def test_tiny_cloud():
    # reference: direct sum; 3000 particles within 1e-12 m, 1 m from the origin
    rng = _rng(5)
    pos = np.array([1.0, -0.5, 0.25]) + rng.random((3000, 3)) * 1e-12
    q = _mixed(rng, 3000)
    e_ref, p_ref = direct.evaluate(pos, q, None, None)
    e, p = tree.evaluate(pos, q, None, None, accuracy=1e-3)
    assert _err(e, e_ref) <= 1e-3
    assert _err(p, p_ref) <= 1e-3
    # far probes see the cloud as one point charge. Their sums are near sums:
    # exact to round-off in double precision (asked accuracy below
    # tree.SINGLE_MIN_ACCURACY); in single precision each pair carries its
    # coordinates' rounding, 6e-8 relative (2^-24), here all alike, and the
    # net charge is ~1/50 of sum|q|: 1e-5 bounds it, 100x below the asked 1e-3
    tgt = np.array([[3.0, -0.5, 0.25], [1.0, 2.5, 0.25]])
    d = tgt - pos[0]
    exact = q.sum() * d / np.linalg.norm(d, axis=1)[:, None] ** 3
    e, _ = tree.evaluate(pos, q, tgt, None, accuracy=0.1 * tree.SINGLE_MIN_ACCURACY)
    np.testing.assert_allclose(e, exact, rtol=1e-9, atol=1e-9 * np.abs(exact).max())
    e, _ = tree.evaluate(pos, q, tgt, None, accuracy=1e-3)
    np.testing.assert_allclose(e, exact, rtol=1e-5, atol=1e-5 * np.abs(exact).max())


def test_points_on_a_plane():
    # reference: direct sum; a flat layer (zero extent in z), probes off the plane
    rng = _rng(6)
    n = 8000
    pos = np.column_stack([rng.random(n), rng.random(n), np.full(n, 0.3)])
    q = _mixed(rng, n)
    e_ref, p_ref = direct.evaluate(pos, q, None, None)
    e, p = tree.evaluate(pos, q, None, None, accuracy=1e-3)
    assert np.all(e[:, 2] == 0)  # by symmetry, exactly: every term has dz = 0
    assert _err(e, e_ref) <= 1e-3 and _err(p, p_ref) <= 1e-3
    tgt = rng.random((500, 3))
    e_ref, _ = direct.evaluate(pos, q, tgt, None)
    e, _ = tree.evaluate(pos, q, tgt, None, accuracy=1e-3)
    assert _err(e, e_ref) <= 1e-3


def test_finite_radii_against_direct():
    # reference: direct sum with the uniformly-charged-sphere kernel (contract in
    # DEVELOPERS.md); a dense clump where many spheres overlap
    rng = _rng(7)
    n = 6000
    pos = _clustered(rng, n)
    q = _mixed(rng, n)
    radii = rng.uniform(0.0, 5e-3, n)
    pos[1] = pos[0]  # coincident finite spheres are legitimate
    e_ref, p_ref = direct.evaluate(pos, q, None, radii)
    e, p = tree.evaluate(pos, q, None, radii, accuracy=1e-3)
    assert _err(e, e_ref) <= 1e-3 and _err(p, p_ref) <= 1e-3
    tgt = np.vstack([pos[:50] + 1e-4, rng.random((500, 3))])
    e_ref, p_ref = direct.evaluate(pos, q, tgt, radii)
    e, p = tree.evaluate(pos, q, tgt, radii, accuracy=1e-3)
    assert _err(e, e_ref) <= 1e-3 and _err(p, p_ref) <= 1e-3


def test_small_radii_take_the_point_kernel_yet_overlapping_pairs_stay_spheres():
    # reference: direct sum with the uniformly-charged-sphere kernel (contract in
    # DEVELOPERS.md). Dust-like spheres, radii 1/30 of their spacing: the near
    # sums may use the point kernel, which equals the sphere kernel outside
    # a = max(R_i, R_j). Twenty pairs overlap, 0.6 a apart (inside, the field
    # of a uniformly charged sphere is q r / a^3, 0.6^3 = 0.22 of the point
    # charge's q / r^2; and farther apart than single precision's close pairs),
    # and probe points sit inside spheres: those must keep the sphere kernel.
    rng = _rng(31)
    n = 4000
    r = 2e-3
    pos = rng.random((n, 3))
    q = _mixed(rng, n)
    radii = np.full(n, r)
    pair = np.arange(0, 400, 20)
    d = rng.normal(size=(pair.size, 3))
    pos[pair + 1] = pos[pair] + 0.6 * r * d / np.linalg.norm(d, axis=1)[:, None]
    e_ref, p_ref = direct.evaluate(pos, q, None, radii)
    e, p = tree.evaluate(pos, q, None, radii, accuracy=1e-3)
    assert _err(e, e_ref) <= 1e-3 and _err(p, p_ref) <= 1e-3
    both = np.concatenate([pair, pair + 1])
    assert _err(e[both], e_ref[both]) <= 1e-3 and _err(p[both], p_ref[both]) <= 1e-3
    tgt = np.vstack([pos[pair] + 0.6 * r * np.array([0.6, 0.0, 0.8]), rng.random((300, 3))])
    e_ref, p_ref = direct.evaluate(pos, q, tgt, radii)
    e, p = tree.evaluate(pos, q, tgt, radii, accuracy=1e-3)
    assert _err(e[:pair.size], e_ref[:pair.size]) <= 1e-3 and _err(p, p_ref) <= 1e-3


def test_coincident_points_raise():
    # contract (DEVELOPERS.md): a target exactly on a point source is an error naming both
    rng = _rng(8)
    pos = rng.random((3000, 3))
    pos[2000] = pos[17]
    with pytest.raises(ValueError, match="particle 17 coincides with source particle 2000"):
        tree.evaluate(pos, np.ones(3000), None, None)
    with pytest.raises(ValueError, match="target 1 coincides with source particle 5"):
        tree.evaluate(pos, np.ones(3000), np.array([[2.0, 2.0, 2.0], pos[5]]), None)


@pytest.mark.parametrize("with_radii", [False, True])
def test_single_precision_near_sums_keep_close_pairs_and_any_units(with_radii):
    # reference: direct sum. Near sums of point charges run in single
    # precision from tree.SINGLE_MIN_ACCURACY up; pairs closer than the
    # rounding of their coordinates allows are summed again in double
    # precision. Dimers 1e-9 of the box apart (each member's field dominated
    # by its partner, lost entirely if rounded), and the same cloud in units
    # far outside single precision's range (1e-30 m, 1e20 C; 1e25 m, 1e-25 C)
    rng = _rng(9)
    n = 3000
    centres = rng.random((n // 2, 3))
    offs = rng.normal(size=(n // 2, 3)) * 1e-9
    pos = np.concatenate([centres, centres + offs])
    q = _mixed(rng, n)
    idx = np.sort(rng.choice(n, 200, replace=False))
    e_ref, p_ref = _self_reference(pos, q, idx)
    # spheres of 1e-12 (the sphere kernel; every pair still outside): the
    # same sums, less each sphere's own potential, which the tree leaves out
    radii = np.full(n, 1e-12) if with_radii else None
    e, p = tree.evaluate(pos, q, None, radii, accuracy=1e-3)
    assert _err(e[idx], e_ref) <= 1e-3
    assert _err(p[idx], p_ref) <= 1e-3
    # the dimer field is the partner's to 1e-6: single precision would give ~100 % error
    assert _err(e[idx], e_ref) <= 1e-6
    for length, charge in ((1e-30, 1e20), (1e25, 1e-25)):
        # (the rounding differs with the scale: results agree to single precision)
        e2, p2 = tree.evaluate(pos * length, q * charge, None, None if radii is None else radii * length,
                               accuracy=1e-3)
        assert np.all(np.isfinite(e2)) and np.all(np.isfinite(p2))
        assert _err(e2[idx], e_ref * (charge / length**2)) <= 1e-6
        assert _err(p2[idx], p_ref * (charge / length)) <= 1e-6


def test_front_door_potential_energy():
    # reference: direct sum through the same front door (k/eps_r, 1/2 sum q phi)
    rng = _rng(9)
    n = 12_000
    pos = _clustered(rng, n)
    q = _mixed(rng, n)
    acc = 1e-3
    e_t = chargesim.field(pos, q, method="tree", accuracy=acc, eps_r=2.0)
    e_d = chargesim.field(pos, q, method="direct", eps_r=2.0)
    assert _err(e_t, e_d) <= acc
    p_t = chargesim.potential(pos, q, method="tree", accuracy=acc)
    p_d = chargesim.potential(pos, q, method="direct")
    assert _err(p_t, p_d) <= acc
    w_t = chargesim.energy(pos, q, method="tree", accuracy=acc)
    w_d = chargesim.energy(pos, q, method="direct")
    # mixed signs cancel in 1/2 sum q_i phi_i: the error is measured against
    # the sum of the absolute terms, 1/2 sum |q_i phi_i|
    assert abs(w_t - w_d) <= acc * 0.5 * np.sum(np.abs(q * p_d))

════════════════

What is the number of lines in these records that contain "from"? Reply with the number only.

2